In this connection, the arbitrators expressed what, at worst, may be termed an "arguable difference of opinion regarding the meaning or applicability" of the view expressed in the MAPAD Letter. Webster, 32 F.3d at 669; see also Merrill Lynch, Pierce, Fenner & Smith, Inc. v. Bobker, 808 F.2d 930, 934 (2d Cir. 1986) ("We are not at liberty to set aside an arbitrations panel's award because of an arguable difference regarding the meaning or applicability of laws urged upon it.")

In fact, public policy underlying Section 2 would prevent the controlling interest in United States flagships to be exercised by or conferred upon foreign citizens or entities. E.g., 46 App. U.S.C. § 1187; Merchant Marine Act, Pub. L. No. 104-239, § 2, 110 Stat. 3118 (1996). There is no evidence here, as the Panel concluded, that furnishing the disputed information at issue would of itself result in Maersk attaining or exercising control of USSM. Indeed, as Maersk points out and the Panel acknowledged, Maersk already possessed most of the disputed information, which it had obtained from other sources, including publicly available documents. (See Final Award, at 13.) Thus, there is no evidence here that the Court's enforcement of the Time Charters as interpreted by the arbitrators in the Final Award would, as USSM contends, "violate some explicit public policy that is well defined and dominant, and is to be ascertained by reference to the laws and legal precedents and not from general considerations of supposed public interest." United Paperworkers Int'l v. Misco, Inc., 484 U.S. 29, 43 (1987) (internal citations and quotations omitted).

What is at issue here is not such clear and dominant "public policy", but rather "supposed" public interests that USSM asserts are expressed in a letter from a government agency expressing an opinion to a party engaged in what in the final analysis is merely a private contractual dispute. Indeed, the Panel's interpretation and enforcement of its award may very well place substantial USSM interests at risk.
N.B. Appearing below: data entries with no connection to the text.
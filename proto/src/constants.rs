//! Physical constants (CODATA 2018 recommended values, SI) and the rate-coefficient prefactor
//! derived from them. Nothing here is pasted from a textbook: derived values are computed.

/// Planck constant h, J s (exact in SI since 2019; CODATA 2018).
pub const PLANCK_J_S: f64 = 6.626_070_15e-34;
/// Boltzmann constant k, J K^-1 (exact; CODATA 2018).
pub const BOLTZMANN_J_PER_K: f64 = 1.380_649e-23;
/// Elementary charge e, C (exact; CODATA 2018).
pub const ELEMENTARY_CHARGE_C: f64 = 1.602_176_634e-19;
/// Speed of light in vacuum c, m s^-1 (exact).
pub const SPEED_OF_LIGHT_M_S: f64 = 299_792_458.0;
/// Electron mass m_e, kg (CODATA 2018).
pub const ELECTRON_MASS_KG: f64 = 9.109_383_701_5e-31;
/// Rydberg constant R_inf, m^-1 (CODATA 2018).
pub const RYDBERG_PER_M: f64 = 10_973_731.568_160;
/// Bohr radius a_0, m (CODATA 2018).
pub const BOHR_RADIUS_M: f64 = 5.291_772_109_03e-11;
/// Fine-structure constant alpha (CODATA 2018).
pub const FINE_STRUCTURE: f64 = 7.297_352_569_3e-3;

/// Rydberg energy h c R_inf, J.
pub const RYDBERG_J: f64 = PLANCK_J_S * SPEED_OF_LIGHT_M_S * RYDBERG_PER_M;
/// One electronvolt, J.
pub const ELECTRON_VOLT_J: f64 = ELEMENTARY_CHARGE_C;
/// Energy of 1 cm^-1 (h c times 100 m^-1), J.
pub const INVERSE_CM_J: f64 = PLANCK_J_S * SPEED_OF_LIGHT_M_S * 100.0;
/// Temperature equivalent of 1 eV (e / k), K.
pub const KELVIN_PER_EV: f64 = ELECTRON_VOLT_J / BOLTZMANN_J_PER_K;
/// Temperature equivalent of 1 cm^-1 (h c / k, the second radiation constant c2), K.
pub const KELVIN_PER_INVERSE_CM: f64 = INVERSE_CM_J / BOLTZMANN_J_PER_K;
/// Temperature equivalent of 1 Rydberg, K.
pub const KELVIN_PER_RYDBERG: f64 = RYDBERG_J / BOLTZMANN_J_PER_K;

/// Prefactor of the de-excitation rate coefficient, cm^3 s^-1 K^1/2:
/// q_ul = C Upsilon / (g_u sqrt(T)) with C = h^2 / ((2 pi m_e)^(3/2) k^(1/2)), converted from
/// m^3 to cm^3. Evaluates to about 8.629e-6.
pub fn rate_prefactor_cm3_s_k_half() -> f64 {
    let two_pi_me = 2.0 * std::f64::consts::PI * ELECTRON_MASS_KG;
    let si = PLANCK_J_S * PLANCK_J_S / (two_pi_me * two_pi_me.sqrt()) / BOLTZMANN_J_PER_K.sqrt();
    si * 1.0e6
}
But that is not to say that any risk to USSM necessarily equates to a sufficient threat to public interests, or that giving effect to the Panel's contract reading would undermine a dominant public policy. Insofar as any actual public interest may be at stake, it could easily be vindicated by MAPAD invoking Section 2 and revoking USSM's participation in the MSP if it formally finds a violation of the statute here. Whatever consequences such an action would have is a matter primarily implicating the private interests of USSM and Maersk. Accordingly, the Court declines to vacate the Panel's award on the basis of USSM's assertion that the ruling disregarded applicable law.
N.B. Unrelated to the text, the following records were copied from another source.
/// Checks output lengths for `n` values in `direction`.
fn check_outputs(
    n: usize,
    direction: Direction,
    excitation_cm3_s: &[f64],
    deexcitation_cm3_s: &[f64],
    flags_out: &[u32],
) -> Result<(), RuleError> {
    check_len("flags", flags_out.len(), n)?;
    if direction.wants_excitation() {
        check_len("excitation", excitation_cm3_s.len(), n)?;
    }
    if direction.wants_deexcitation() {
        check_len("deexcitation", deexcitation_cm3_s.len(), n)?;
    }
    Ok(())
}

/// Validates a block of temperatures starting at request position `start` under the grid
/// policy, reporting the first bad one exactly as [`checked_location`] would.
fn check_temperatures(
    grid: &LogGrid,
    start: usize,
    temps: &[f64],
    outside: OutsidePolicy,
) -> Result<(), RuleError> {
    let (lo, hi) = (grid.t_min_k(), grid.t_max_k());
    let all_fine = temps.iter().all(|&t| t.is_finite() && t > 0.0)
        && (outside == OutsidePolicy::Extrapolate || temps.iter().all(|&t| t >= lo && t <= hi));
    if all_fine {
        return Ok(());
    }
    for (k, &t) in temps.iter().enumerate() {
        checked_location(grid, start + k, t, outside)?;
    }
    Ok(())
}

/// e^x in plain IEEE double arithmetic: the same bits on every platform and compiler target,
/// and no branches, so loops over it vectorise. Relative error below 1 ulp in the tests
/// against the platform's maths library; overflows to +inf above ln(f64::MAX), underflows
/// through subnormals to 0, and passes NaN through.
///
/// Method (Cody & Waite 1980 argument reduction): x = k ln 2 + r with |r| <= ln 2 / 2, with
/// ln 2 split into a part whose products with k are exact and a small remainder; e^r by its
/// Taylor polynomial to degree 13 (truncation below 1e-17 relative); then 2^k applied as two
/// exact powers of two so results down to the smallest subnormal come out right.
#[inline(always)]
pub fn exp(x: f64) -> f64 {
    const LN2_HI: f64 = 0.6931471803691238; // low 21 mantissa bits zero
    const LN2_LO: f64 = 1.9082149292705877e-10; // ln 2 - LN2_HI
    const INV_LN2: f64 = std::f64::consts::LOG2_E;
    // 1.5 * 2^52: adding it rounds a value below 2^51 to an integer held in the low mantissa bits.
    const SHIFT: f64 = 6_755_399_441_055_744.0;
    // Taylor coefficients 1/n!, n = 2..13 (rounded once, at compile time).
    const C2: f64 = 1.0 / 2.0;
    const C3: f64 = C2 / 3.0;
    const C4: f64 = C3 / 4.0;
    const C5: f64 = C4 / 5.0;
    const C6: f64 = C5 / 6.0;
    const C7: f64 = C6 / 7.0;
    const C8: f64 = C7 / 8.0;
    const C9: f64 = C8 / 9.0;
    const C10: f64 = C9 / 10.0;
    const C11: f64 = C10 / 11.0;
    const C12: f64 = C11 / 12.0;
    const C13: f64 = C12 / 13.0;
    // Beyond these e^x is +inf or 0 anyway; clamping keeps k in range (NaN passes through).
    let x = x.clamp(-746.0, 710.0);
    let shifted = x * INV_LN2 + SHIFT;
    let k = shifted.to_bits() as i64 - SHIFT.to_bits() as i64;
    let kf = shifted - SHIFT;
    let hi = x - kf * LN2_HI;
    let r = hi - kf * LN2_LO;
    let q = C2
        + r * (C3
            + r * (C4
                + r * (C5
                    + r * (C6
                        + r * (C7 + r * (C8 + r * (C9 + r * (C10 + r * (C11 + r * (C12 + r * C13))))))))));
    let p = 1.0 + (r + (r * r) * q);
    // 2^k = 2^k1 * 2^k2 with both halves normal for k in [-1076, 1024]: k1 = floor(k / 2)
    // taken with a logical shift of the positive k + 2048 (cheaper in SIMD than an
    // arithmetic shift), k2 = k - k1.
    let k1 = (((k + 2048) as u64) >> 1) as i64 - 1024;
    let k2 = k - k1;
    let s1 = f64::from_bits(((k1 + 1023) as u64) << 52);
    let s2 = f64::from_bits(((k2 + 1023) as u64) << 52);
    p * s1 * s2
}

/// ln x in plain IEEE double arithmetic: the same bits on every platform, no branches, so it
/// vectorises. Error below 1 ulp in the tests against the platform's maths library. ln(0) =
/// -inf, ln(+inf) = +inf, negative or NaN input gives NaN; subnormal input is handled.
///
/// Method: x = 2^k (1 + f) with 1 + f in [sqrt(2)/2, sqrt(2)); with s = f / (2 + f),
/// ln(1 + f) = 2 atanh(s) = f - f^2/2 + s (f^2/2 + R(s^2)), R the odd atanh series beyond its
/// first term as a degree-7 polynomial in s^2 whose coefficients are the published minimax
/// fit of the 4.3 BSD / Sun freely distributable maths library (error below 2^-58.45 on the
/// interval, from its documentation).
#[inline(always)]
pub fn ln(x: f64) -> f64 {
    const LN2_HI: f64 = 0.6931471803691238;
    const LN2_LO: f64 = 1.9082149292705877e-10;
    const LG1: f64 = 0.6666666666666735;
    const LG2: f64 = 0.3999999999940942;
    const LG3: f64 = 0.2857142874366239;
    const LG4: f64 = 0.22222198432149784;
    const LG5: f64 = 0.1818357216161805;
    const LG6: f64 = 0.15313837699209373;
    const LG7: f64 = 0.14798198605116586;
    const TWO_54: f64 = 18_014_398_509_481_984.0;
    // Subnormals are scaled into the normal range first.
    let subnormal = x < f64::MIN_POSITIVE;
    let scaled = if subnormal { x * TWO_54 } else { x };
    let bits = scaled.to_bits();
    // Move the mantissa into [sqrt(2)/2, sqrt(2)) and count the exponent k accordingly
    // (0x3fe6a09e is the high word of sqrt(2)/2).
    let high = (bits >> 32) + (0x3ff0_0000 - 0x3fe6_a09e);
    let k = (high >> 20) as i64 - 0x3ff - if subnormal { 54 } else { 0 };
    let high = (high & 0x000f_ffff) + 0x3fe6_a09e;
    let m = f64::from_bits((high << 32) | (bits & 0xffff_ffff));
    let f = m - 1.0;
    let hfsq = 0.5 * f * f;
    let s = f / (2.0 + f);
    let z = s * s;
    let w = z * z;
    let t1 = w * (LG2 + w * (LG4 + w * LG6));
    let t2 = z * (LG1 + w * (LG3 + w * (LG5 + w * LG7)));
    let r = t2 + t1;
    let dk = k as f64;
    let y = s * (hfsq + r) + dk * LN2_LO - hfsq + f + dk * LN2_HI;
    if x > 0.0 && x < f64::INFINITY {
        y
    } else if x == 0.0 {
        f64::NEG_INFINITY
    } else if x == f64::INFINITY {
        x
    } else {
        f64::NAN
    }
}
For the reasons discussed above, it is hereby

ORDERED that the motion of plaintiff U.S. Ship Management, Inc. to vacate the arbitration panel's Final Award dated October 19, 2001, is DENIED; and it is finally

ORDERED that the motion of defendant Maersk Line, Limited, to confirm the arbitration panel's Final Award dated October 19, 2001, and to dismiss the complaint herein is GRANTED.

The Clerk of Court is directed to dismiss the complaint and close this case.